* _Directions for this task_
Reproduce the records word for word, from the first line to the line containing "#include <span>".

* _Recorded information_
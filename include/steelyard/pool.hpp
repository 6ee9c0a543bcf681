// Room "pool": the four models, their marginal likelihoods and what follows from them.
#pragma once

#include <array>
#include <cstddef>
#include <memory>
#include <optional>
#include <span>
#include <string>
#include <vector>

#include "steelyard/base.hpp"
#include "steelyard/model.hpp"
#include "steelyard/study.hpp"

namespace steelyard {

/// The four models, in this order everywhere.
enum class Model { fixed_null, fixed_effect, random_null, random_effect };
inline constexpr std::size_t model_count = 4;
[[nodiscard]] std::string_view id(Model model);  ///< "fixed_null", ...

/// Everything assumed before the data.
struct Priors {
  EffectPrior effect;
  SpreadPrior spread;
  std::array<double, model_count> model = {0.25, 0.25, 0.25, 0.25};  ///< ≥ 0, sum 1
};

struct PoolOptions {
  double level = 0.95;                ///< of the central credible intervals, 0 < level < 1
  bool summaries = true;              ///< false: marginal likelihoods and evidence only
  bool shrunken = true;               ///< the studies' own effects
  std::size_t shrunken_limit = 2000;  ///< beyond that many studies shrunken effects are null, with a caution
};

/// How an integral ended.
enum class IntegralStatus { ok, accuracy_not_reached, not_identified };
[[nodiscard]] std::string_view to_text(IntegralStatus status);

/// A log marginal likelihood. `abs_error` bounds |log_value − truth|, rounding included; the promise
/// is abs_error ≤ max(1e-8, 8ε·Σ(λ²+|log L|)), and `status` says when it was not kept.
struct Integral {
  double log_value = 0.0;
  double abs_error = 0.0;
  std::size_t evaluations = 0;  ///< nodes (mean, spread) at which the studies were evaluated
  IntegralStatus status = IntegralStatus::not_identified;
};

struct ModelResult {
  Model model = Model::fixed_null;
  double prior_probability = 0.25;
  double posterior_probability = 0.0;
  std::optional<Integral> integral;  ///< absent: not identified (a single study has no heterogeneity)
};

/// A log Bayes factor (natural log) with the error that follows from its integrals.
struct LogBayesFactor {
  double log_bf = 0.0;
  double abs_error = 0.0;
};

/// What is known about one quantity after the data. An absent number doesn't exist or isn't identified;
/// `reason` then says why in a sentence.
struct Summary {
  std::optional<double> mean, sd, median, lower, upper;
  std::string reason;
};

/// Posterior density, distribution function and quantiles of the quantities, for figures and for the
/// commands that ask more. Obtained from PoolResult::posterior; immutable; safe to share among threads.
class Posterior;

struct StudyResult {
  double log_bf = 0.0;  ///< this study alone: effect prior (cut to the direction) against no effect
  double log_bf_error = 0.0;
  Summary shrunken;  ///< the study's own effect, averaged over the two effect models
};

struct PoolResult {
  std::array<ModelResult, model_count> models;
  /// Posterior odds ÷ prior odds of the class; absent when a side has no prior mass or isn't identified.
  std::optional<LogBayesFactor> effect, effect_fixed, effect_random, heterogeneity;
  Summary pooled_effect, pooled_effect_fixed, pooled_effect_random, spread, new_study, i2;
  std::vector<StudyResult> studies;
  std::vector<Diagnostic> cautions;
  std::shared_ptr<const Posterior> posterior;  ///< null without summaries
  bool accurate = true;                        ///< every integral kept its promise

  [[nodiscard]] const ModelResult& at(Model model) const { return models[static_cast<std::size_t>(model)]; }
};

/// Pools. Pure: same input, same bytes. Error (absent value) when the studies are empty, metrics are
/// mixed, priors are unusable, options out of range, or the metric isn't `smd` and `priors_are_explicit` is
/// false.
[[nodiscard]] Outcome<PoolResult> pool(std::span<const Study> studies, const Priors& priors,
                                       const PoolOptions& options = {});

/// The two marginal likelihoods a caller may want of arbitrary likelihoods.
[[nodiscard]] Integral log_marginal_fixed(std::span<const Likelihood> studies, const EffectPrior& effect);
[[nodiscard]] Integral log_marginal_random(std::span<const Likelihood> studies, const EffectPrior& effect,
                                           const SpreadPrior& spread);
/// The same with the mean held at a value (the no-effect models: 0).
[[nodiscard]] Integral log_marginal_fixed_at(std::span<const Likelihood> studies, double mean);
[[nodiscard]] Integral log_marginal_random_at(std::span<const Likelihood> studies, double mean,
                                              const SpreadPrior& spread);

/// Which of the averaged answers.
enum class Within { fixed_effect, random_effect, average };

class Posterior {
 public:
  virtual ~Posterior() = default;
  /// Mean effect μ (average: over the two effect models).
  [[nodiscard]] virtual double effect_density(Within within, double x) const = 0;
  [[nodiscard]] virtual double effect_cdf(Within within, double x) const = 0;
  [[nodiscard]] virtual double effect_quantile(Within within, double p) const = 0;
  /// Spread τ under random_effect (0 and NaN when not identified).
  [[nodiscard]] virtual double spread_density(double x) const = 0;
  [[nodiscard]] virtual double spread_cdf(double x) const = 0;
  [[nodiscard]] virtual double spread_quantile(double p) const = 0;
  /// The effect in a new study, likewise averaged over the two effect models, or within one.
  [[nodiscard]] virtual double new_study_density(Within within, double x) const = 0;
  [[nodiscard]] virtual double new_study_cdf(Within within, double x) const = 0;
  [[nodiscard]] virtual double new_study_quantile(Within within, double p) const = 0;
  /// Joint log posterior density of (μ, τ) under random_effect.
  [[nodiscard]] virtual double joint_log_density(double effect, double spread) const = 0;
};

}  // namespace steelyard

* _Finished task_
filename include/steelyard/pool.hpp
repository 6ee9c0a543bcf681
// Room "pool": the four models, their marginal likelihoods and what follows from them.
#pragma once

#include <array>
#include <cstddef>
#include <memory>
#include <optional>
#include <span>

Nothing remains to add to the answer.